Abstract

This study aimed to explore the clinical characteristic and outcomes of inpatients with diabetic foot ulceration (DFU) in 2019 (prelockdown) and 2020 (postlockdown) due to the COVID‐19 pandemic, at an emergency medical service unit. Prediction models for mortality and amputation were developed to describe the risk factors using a machine learning‐based approach. Hospitalized DFU patients (N = 23) were recruited after the lockdown in 2020 and matched with corresponding inpatients (N = 23) before lockdown in 2019. Six widely used machine learning models were built and internally validated using 3‐fold cross‐validation to predict the risk of amputation and death in DFU inpatients under the COVID‐19 pandemic.
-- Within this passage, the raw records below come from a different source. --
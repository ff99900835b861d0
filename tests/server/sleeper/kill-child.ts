/** Run by the kill test as a process of its own: the sleeper over a database file, on a clock that runs fast. */
import 'reflect-metadata';
import { makeDataSource } from '@/server/data-source';
import { makeSleeper } from '@/server/live/sleeper-loop';
import { makeLog } from '@/server/middleware/request-log';

const [file, startAt, begunAt, speed, endAt] = process.argv.slice(2);
const end = Number(endAt);
// One clock over all processes: it goes on while nobody runs.
const now = (): number => Math.min(end, Number(startAt) + (Date.now() - Number(begunAt)) * Number(speed));

const dataSource = await makeDataSource(file!).initialize();
const sleeper = makeSleeper({
  dataSource,
  clock: { now },
  log: makeLog('silent'),
  hub: {
    toWorkshop: (_, event, payload) => {
      if (event === 'alert:raised') process.stdout.write(`told ${(payload as { id: string }).id}\n`);
    },
    toPerson: () => {},
    connected: () => 0,
    end: () => {},
  },
  outbox: { poke: () => {}, pushKey: '', eMail: false },
});
process.stdout.write('up\n');
while (now() < end) {
  await sleeper.runDue();
  await new Promise((resolve) => setTimeout(resolve, 5));
}
await sleeper.runDue();
await dataSource.destroy();
process.stdout.write('done\n');
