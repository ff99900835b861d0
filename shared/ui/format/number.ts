import { MINUS, pointMarks, type LocaleMarks } from './marks';

/**
 * A plain number with a fixed count of decimals, halves away from zero, true minus, never '−0'.
 *
 * The last bit of a binary fraction is forgiven (3.9685 rounds up although it is stored a hair below).
 */
export function fixed(value: number, decimals: number, marks: LocaleMarks = pointMarks): string {
  const scale = 10 ** decimals;
  const whole = Math.round(Math.abs(value) * scale * (1 + 4 * Number.EPSILON));
  const digits = (whole / scale).toFixed(decimals);
  const text = marks.decimal === ',' ? digits.replace('.', ',') : digits;
  return value < 0 && whole > 0 ? MINUS + text : text;
}

/** As `fixed`, with a plus before what is above zero. */
export function signed(value: number, decimals: number, marks: LocaleMarks = pointMarks): string {
  const text = fixed(value, decimals, marks);
  return value > 0 && /[1-9]/.test(text) ? `+${text}` : text;
}

/** Up to so many decimals, without trailing zeros: 20, 12.5. */
export function shortest(value: number, maxDecimals: number, marks: LocaleMarks = pointMarks): string {
  const text = fixed(value, maxDecimals, pointMarks)
    .replace(/(\.\d*?)0+$/, '$1')
    .replace(/\.$/, '');
  return marks.decimal === ',' ? text.replace('.', ',') : text;
}
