/** What people type, understood. Nothing here changes the text itself; it is kept as typed until the field is left. */
import { MINUS } from './marks';

export type Parsed = { ok: true; value: number } | { ok: false; reason: 'empty' | 'not-a-number' | 'two-marks' };

const spaces = /[\s\u00a0\u202f\u2009']/g;

/**
 * A number as typed or pasted: comma or point, spaces and a pasted unit dropped ('3,957 V' is 3.957).
 *
 * Both marks in one number ('1.234,5') could mean two things and are not guessed.
 */
export function parseNumber(text: string): Parsed {
  const bare = text.replace(spaces, '').replaceAll(MINUS, '-').replace('±', '');
  if (bare === '') return { ok: false, reason: 'empty' };
  const match = /^([+-]?[\d.,]*\d[\d.,]*)(?:[a-zµμΩ°%][a-zµμΩ°%/]*)?$/i.exec(bare);
  const digits = match?.[1];
  if (!digits) return { ok: false, reason: 'not-a-number' };
  const marks = digits.match(/[.,]/g)?.length ?? 0;
  if (marks > 1) return { ok: false, reason: 'two-marks' };
  const value = Number(digits.replace(',', '.'));
  return Number.isFinite(value) ? { ok: true, value } : { ok: false, reason: 'not-a-number' };
}

/** How many decimals were typed: '3,957' has 3. */
export const typedDecimals = (text: string): number => /[.,](\d*)/.exec(text.replace(spaces, ''))?.[1]?.length ?? 0;

/** A group voltage that can only be millivolts ('3957'): ask 'mV?' instead of refusing. */
export const looksLikeMillivolts = (value: number): boolean => value >= 1000 && value <= 5000;

/** Minutes after midnight of '1815', '18:15', '6.15 pm', '9'; null where it is no time of day. */
export function parseTimeOfDay(text: string): number | null {
  const match = /^(\d{1,2})(?:[:.h]?(\d{2}))?(am|pm)?$/i.exec(text.replace(spaces, ''));
  if (!match?.[1]) return null;
  const half = match[3]?.toLowerCase();
  let hour = Number(match[1]);
  const minute = Number(match[2] ?? 0);
  if (half && (hour < 1 || hour > 12)) return null;
  if (half) hour = (hour % 12) + (half === 'pm' ? 12 : 0);
  return hour < 24 && minute < 60 ? hour * 60 + minute : null;
}

/** '18:15' of minutes after midnight. */
export const timeOfDayText = (minutes: number): string =>
  `${String(Math.floor(minutes / 60)).padStart(2, '0')}:${String(minutes % 60).padStart(2, '0')}`;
Previous DF ulcers, prehospital delay, and mortality were significantly higher in 2020 compared to 2019. Diabetic foot patients in 2020 had higher hs‐CRP levels (P = .037) but lower hemoglobin levels (P = .017). The extreme gradient boosting (XGBoost) performed best in all models for predicting amputation and mortality with the highest area under the curve (0.86 and 0.94), accuracy (0.80 and 0.90), sensitivity (0.67 and 1.00), and negative predictive value (0.86 and 1.00). A long delay in admission and a higher risk of mortality was observed in patients with DFU who attended the emergency center during the COVID‐19 post lockdown. The XGBoost model can provide evidence‐based risk information for patients with DFU regarding their amputation and mortality. The prediction models would benefit DFU patients during the COVID‐19 pandemic.